Pragmatism instead of politics must drive funding for Defense

The Defense Department is charged with maintaining our military’s unequaled ability to respond to a wide range of national security scenarios. Accomplishing this immense and complex task in an efficient and cost-effective manner requires deliberative forethought, prudent planning and reliable funding streams. As our military continues to wage combat operations in Afghanistan and Iraq and conduct other significant operations, such as those being performed in connection with the crisis in Libya and disaster relief efforts in Japan, it is incumbent upon the Congress to provide the Department of Defense with fiscal stability by passing an appropriations bill. 

Secretary Robert Gates has stated that the fiscal 2011 funding situation has already generated serious difficulties, and it continues to present “a crisis at our doorstep” because those difficulties will only multiply in number and increase in magnitude as time passes. As it stands, one-half of the current fiscal year has elapsed without regular appropriations. According to the department, the resulting uncertainties have fostered operational limitations, inefficiencies, programmatic disruptions and unbudgeted costs. The department has reported that, due to funding restrictions, it has been precluded from issuing contracts for more than 50 major military construction projects and for procuring important weapons systems, including a new Virginia-class submarine and a variety of military helicopters. The department is also opting for short-term contracting solutions to maximize available funding and to preserve operational flexibility, but these actions are inherently inefficient and they will incur higher costs for the services that are received. Again, these discrepancies and their cumulative costs will only grow over time.
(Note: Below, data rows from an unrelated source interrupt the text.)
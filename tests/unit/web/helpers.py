"""Hand-built records for the status-page tests: the demo fan with a chosen outer-race fault size.

The numbers are invented for the demo (they are not a check of the analysis): a velocity spectrum with
lines at 1x and blade pass, an envelope spectrum with BPFO harmonics whose height grows with
``fault``, and an acceleration spectrum with a resonance hump. States follow the levels by hand.
"""

from __future__ import annotations

from pathlib import Path

import numpy as np

from rotorwatch import kinematics
from rotorwatch.alarms.records import AlarmEvent, MachineUpdate, PointUpdate, SensorHealth, ValueStatus
from rotorwatch.analysis.result import Finding, PointResult, Spectrum, Waveform
from rotorwatch.settings.loading import load_config

REPO = Path(__file__).resolve().parents[3]
DEMO_CONFIG = REPO / "config" / "demo-fan.toml"


def demo_config():
    return load_config(DEMO_CONFIG)


def _lines(freqs, peaks, floor):
    amp = np.full(freqs.size, floor)
    df = freqs[1] - freqs[0]
    for f0, a0 in peaks:
        amp += a0 * np.exp(-0.5 * ((freqs - f0) / (0.8 * df)) ** 2)
    return amp


def point_result(config, point_id: str, time_s: float, fault: float, rpm: float = 1482.0) -> PointResult:
    machine = config.machines[0]
    table = kinematics.frequency_table(machine, rpm)
    bearing = machine.point(point_id).bearing
    bpfo = table[f"bpfo:{bearing}"]
    f_v = np.linspace(0, 10000, 3201)
    velocity = _lines(f_v, [(table["1x"], 1.1), (table["2x"], 0.35), (table["blade_pass"], 0.6)], 0.004)
    accel = _lines(f_v, [(table["1x"], 0.2), (table["blade_pass"], 0.9)], 0.01)
    accel += (0.05 + 0.3 * fault) * np.exp(-0.5 * ((f_v - 4200) / 900) ** 2)
    f_e = np.linspace(0, 500, 1601)
    envelope = _lines(f_e, [(k * bpfo, fault * 0.4 / k) for k in range(1, 6)] + [(table["1x"], 0.02)], 0.003)
    overall = 1.3 + 2.0 * fault
    bands = {"shaft-1x": 1.1, "shaft-2x": 0.35, "blade-pass": 0.6, "bearing-hf": 0.2 + 0.6 * fault}
    if point_id == "de-h":
        bands.update({"de-outer-race": 0.01 + 0.4 * fault, "de-inner-race": 0.01, "de-ball": 0.008})
    else:
        bands.update({"nde-outer-race": 0.01})
    findings = [Finding("BPFO", bearing, expected_hz=bpfo, measured_hz=bpfo * 1.002, prominence_db=18.0 + 6.0 * fault, harmonics_found=4, severity_m_s2=0.05 * fault)] if fault > 0.2 else []
    return PointResult(
        machine_id=machine.id, point_id=point_id, time_s=time_s, fs_hz=51200.0, n_samples=204800,
        rpm=rpm, rpm_source="fixed", overall_velocity_mm_s=overall,
        iso_zone="A" if overall < 1.4 else "B" if overall < 2.8 else "C" if overall < 4.5 else "D",
        bands=bands,
        waveform=Waveform(peak_m_s2=3.0 + 20 * fault, rms_m_s2=1.0 + fault, crest_factor=3.0 + 8 * fault,
                          kurtosis=3.0 + 6 * fault, mean_m_s2=0.001),
        envelope_band_hz=(2000.0, 7000.0), findings=findings,
        acceleration=Spectrum(f_v, accel, "m/s^2"), velocity=Spectrum(f_v, velocity, "mm/s"),
        envelope=Spectrum(f_e, envelope, "m/s^2"),
    )


def _state(value, warning, alarm):
    if alarm is not None and value >= alarm:
        return "alarm"
    if warning is not None and value >= warning:
        return "warning"
    return "normal"


def machine_update(config, time_s: float, fault: float, events: list | None = None) -> MachineUpdate:
    """The demo fan's update with outer-race fault size ``fault`` (0 healthy, 1 severe) on de-h."""
    machine = config.machines[0]
    points = {}
    for p in machine.points:
        res = point_result(config, p.id, time_s, fault if p.id == "de-h" else 0.0)
        values = {"overall": ValueStatus("overall", res.overall_velocity_mm_s, "mm/s",
                                         _state(res.overall_velocity_mm_s, 2.8, 4.5), 2.8, 4.5, 1.3)}
        for band in machine.bands_for(p.id):
            v = res.bands[band.name]
            unit = {"velocity": "mm/s"}.get(band.quantity, "m/s^2")
            base = v if band.name not in ("de-outer-race", "bearing-hf") else (0.01 if band.name == "de-outer-race" else 0.2)
            warn = band.levels.warning or base * (band.levels.relative_warning or 2.0)
            alarm = band.levels.alarm or base * (band.levels.relative_alarm or 4.0)
            values[band.name] = ValueStatus(band.name, v, unit, _state(v, warn, alarm), warn, alarm, base)
        worst = max((v.state for v in values.values()), key=["normal", "warning", "alarm"].index)
        reason = "all values within their levels" if worst == "normal" else \
            "; ".join(f"{v.name} {v.value:.3g} {v.unit} above its {v.state} level" for v in values.values() if v.state == worst)
        raw = np.random.default_rng(int(time_s)).normal(0, 0.05, 51200 // 5)
        points[p.id] = (PointUpdate(p.id, worst, reason, res, SensorHealth(ok=True, rms_v=0.05), values), raw)
    order = ["alarm", "warning", "normal"]
    m_state = min((pu.state for pu, _ in points.values()), key=order.index)
    m_reason = next((f"{pid}: {pu.reason}" for pid, (pu, _) in points.items() if pu.state == m_state), "")
    update = MachineUpdate(machine.id, time_s, 1482.0, "fixed", m_state, m_reason,
                           {pid: pu for pid, (pu, _) in points.items()}, events or [])
    return update, {pid: raw for pid, (_, raw) in points.items()}


def event(time_s: float, old: str, new: str) -> AlarmEvent:
    return AlarmEvent(time_s, "ef3", "de-h", "de-outer-race", old, new, 0.2, "m/s^2", 0.1, "warning",
                      "above 2.5 x baseline")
If current funding levels should be continued through the remainder of the fiscal year, it would effectuate a base budget reduction of $22 billion below the $548 billion authorized by Congress. According to a letter from Secretary Gates to the chairman of the House Armed Services Committee, dated Feb. 10, specific adverse effects of such a reduction could include:

 • A negative impact on training and readiness as a result of: reduced funding for three brigade combat teams returning from Iraq and Afghanistan, a reduction in Navy steaming days and training exercises, and fewer Air Force and Navy flight hours; 

• Prohibitions on new program starts and limitations on production rates for existing acquisition programs, such as the MQ-9 Reaper unmanned aerial vehicle program;

• An increased reliance on contractual agreements and practices that are wasteful and more expensive to the taxpayer;

• Deferrals in equipment maintenance schedules, which would adversely affect unit readiness and create a future maintenance backlog; 

• Curtailments in sustaining facilities, restoration and maintenance efforts and base operations, which could undermine readiness and reduce quality-of-life standards for service personnel; and

• A civilian hiring freeze, which would hinder service support to military units.

Challenges to the Department of Defense would also be compounded should other facets of the federal government receive less than adequate funding. Limitations on important diplomatic, reconstructive, developmental, law enforcement and public-health-related efforts — efforts that the Defense Department cannot shoulder alone — would only weaken national security.

I understand that our country faces economic challenges and that there are distinct differences of opinion as to how the Congress should responsibly address significant budgetary pressures. However, spending defense dollars wisely involves budgeting to an effective military strategy, rather than strategizing to arbitrary budgetary restrictions. Reductions in spending should not be divorced from thorough, pragmatic policy evaluations. 

The limitations forced on the Department of Defense due to legislative events are not founded on national security policy objectives. They are the products of politics. It is time to put divisive politics aside and pass an appropriations bill that appropriately funds the federal government. Our service men and women deserve it.

Smith is ranking member of the House Armed Services Committee.